- _What you should do_
Please repeat the records exactly from their first line, finishing at the line containing "List<Finding> problems = new" and including it.

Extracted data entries
○ ○ ○ ○ ○
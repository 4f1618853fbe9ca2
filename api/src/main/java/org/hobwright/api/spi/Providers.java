package org.hobwright.api.spi;

import java.util.ArrayList;
import java.util.Iterator;
import java.util.List;
import java.util.Optional;
import java.util.ServiceConfigurationError;
import java.util.ServiceLoader;
import java.util.function.ToIntFunction;
import org.hobwright.api.Validate;
import org.hobwright.api.check.Finding;

/**
 * Finds providers with {@link ServiceLoader}, defensively: a provider that fails to load, or was
 * built for another SPI version, is skipped and reported as a finding instead of breaking the
 * lookup. A host that needs nothing but the api uses this class to reach Hobwright.
 *
 * <p>System property {@code hobwright.planner} may name the id of the planner to use when several
 * are present.
 */
public final class Providers {

    private Providers() {
    }

    /**
     * Providers of one kind and the problems met while loading them.
     *
     * @param providers the usable providers, in class-path order
     * @param problems  one warning for each provider that was skipped
     * @param <T>       the service type
     */
    public record Loaded<T>(List<T> providers, List<Finding> problems) {
        public Loaded {
            providers = List.copyOf(providers);
            problems = List.copyOf(problems);
        }
    }

    /**
     * Loads every provider of a service type.
     *
     * @param type    the service interface
     * @param loader  the class loader to search (a host passes its plugin loader)
     * @param version how to read a provider's declared SPI version
     * @param <T>     the service type
     * @return the usable providers and the problems, never null
     */
    public static <T> Loaded<T> load(Class<T> type, ClassLoader loader, ToIntFunction<T> version) {
        Validate.present("type", type);
        Validate.present("loader", loader);
        List<T> found = new ArrayList<>();
        List<Finding> problems = new ArrayList<>();
        Iterator<T> it = ServiceLoader.load(type, loader).iterator();
        while (true) {
            T provider;
            try {
                if (!it.hasNext()) {
                    break;
                }
                provider = it.next();
            } catch (ServiceConfigurationError e) {
                problems.add(SpiCode.SPI_PROVIDER_BROKEN.at("spi." + type.getSimpleName(),
                        "A " + type.getSimpleName() + " provider could not be loaded: " + e.getMessage(),
                        "remove or rebuild the jar that declares it"));
                continue;
            }
            int declared;
            try {
                declared = version.applyAsInt(provider);
            } catch (RuntimeException e) {
                problems.add(SpiCode.SPI_PROVIDER_BROKEN.at("spi." + type.getSimpleName(),
                        provider.getClass().getName() + " failed when asked for its SPI version: " + e,
                        "remove or rebuild the jar that declares it"));
                continue;
            }
            if (declared != Spi.VERSION) {
                problems.add(SpiCode.SPI_VERSION_MISMATCH.at("spi." + type.getSimpleName(),
                        provider.getClass().getName() + " was built for SPI version " + declared
                                + ", this api is version " + Spi.VERSION + "; it was skipped",
                        "use a build of that provider for SPI version " + Spi.VERSION));
                continue;
            }
            found.add(provider);
        }
        return new Loaded<>(found, problems);
    }

    /** Every usable {@link CycleWriter}. */
    public static Loaded<CycleWriter> writers(ClassLoader loader) {
        return load(CycleWriter.class, loader, CycleWriter::spiVersion);
    }

    /**
     * The planner to use: the one named by the system property {@code hobwright.planner}, else
     * the first found.
     *
     * @throws ProviderMissingException naming the missing kind when none is usable
     */
    public static CyclePlanner planner(ClassLoader loader) {
        Loaded<CyclePlanner> loaded = load(CyclePlanner.class, loader, CyclePlanner::spiVersion);
        String wanted = System.getProperty("hobwright.planner");
        Optional<CyclePlanner> pick = loaded.providers().stream()
                .filter(p -> wanted == null || wanted.equals(p.id()))
                .findFirst();
        return pick.orElseThrow(() -> new ProviderMissingException(
                "No usable CyclePlanner provider"
                        + (wanted == null ? "" : " with id \"" + wanted + "\"")
                        + " was found; put hobwright-wizard (and its dependencies) on the class path"
                        + problemsText(loaded)));
    }

    /**
     * The writer with the given id.
     *
     * @throws ProviderMissingException naming the id when no usable writer has it
     */
    public static CycleWriter writer(ClassLoader loader, String id) {
        Loaded<CycleWriter> loaded = writers(loader);
        return loaded.providers().stream().filter(w -> w.id().equals(id)).findFirst()
                .orElseThrow(() -> new ProviderMissingException("No usable CycleWriter with id \"" + id
                        + "\" was found; put hobwright-post on the class path" + problemsText(loaded)));
    }

    private static String problemsText(Loaded<?> loaded) {
        if (loaded.problems().isEmpty()) {
            return "";
        }
        StringBuilder sb = new StringBuilder(" (skipped:");
        loaded.problems().forEach(p -> sb.append(' ').append(p.message()).append(';'));
        return sb.append(')').toString();
    }
}
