package org.hobwright.api.spi;

import org.hobwright.api.ApiStatus;

/** Versions of this SPI. Providers declare the api version they were built against. */
@ApiStatus(since = "1.0")
public final class Spi {
    /**
     * The api version of this jar, {@code major.minor} ({@link ApiVersion}). A provider returns
     * this constant from {@link Provider#apiVersion()}: the compiler copies its value into the
     * provider's class, so the provider keeps saying which api it was built against.
     */
    public static final String API_VERSION = "1.1";

    /**
     * The SPI generation of the first api, which providers still return from {@code spiVersion()}.
     * It is never raised again: {@link #API_VERSION} and {@link Provider#apiVersion()} carry the
     * version rule.
     */
    public static final int VERSION = 1;

    private Spi() {
    }
}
○ ○ ○ ○ ○
- _Solution for this task_
repository 4f1618853fbe9ca2
filename api/src/main/java/org/hobwright/api/spi/Providers.java
package org.hobwright.api.spi;

import java.util.ArrayList;
import java.util.Iterator;
import java.util.List;
import java.util.Optional;
import java.util.ServiceConfigurationError;
import java.util.ServiceLoader;
import java.util.function.ToIntFunction;
import org.hobwright.api.Validate;
import org.hobwright.api.check.Finding;

/**
 * Finds providers with {@link ServiceLoader}, defensively: a provider that fails to load, or was
 * built for another SPI version, is skipped and reported as a finding instead of breaking the
 * lookup. A host that needs nothing but the api uses this class to reach Hobwright.
 *
 * <p>System property {@code hobwright.planner} may name the id of the planner to use when several
 * are present.
 */
public final class Providers {

    private Providers() {
    }

    /**
     * Providers of one kind and the problems met while loading them.
     *
     * @param providers the usable providers, in class-path order
     * @param problems  one warning for each provider that was skipped
     * @param <T>       the service type
     */
    public record Loaded<T>(List<T> providers, List<Finding> problems) {
        public Loaded {
            providers = List.copyOf(providers);
            problems = List.copyOf(problems);
        }
    }

    /**
     * Loads every provider of a service type.
     *
     * @param type    the service interface
     * @param loader  the class loader to search (a host passes its plugin loader)
     * @param version how to read a provider's declared SPI version
     * @param <T>     the service type
     * @return the usable providers and the problems, never null
     */
    public static <T> Loaded<T> load(Class<T> type, ClassLoader loader, ToIntFunction<T> version) {
        Validate.present("type", type);
        Validate.present("loader", loader);
        List<T> found = new ArrayList<>();
        List<Finding> problems = new ArrayList<>();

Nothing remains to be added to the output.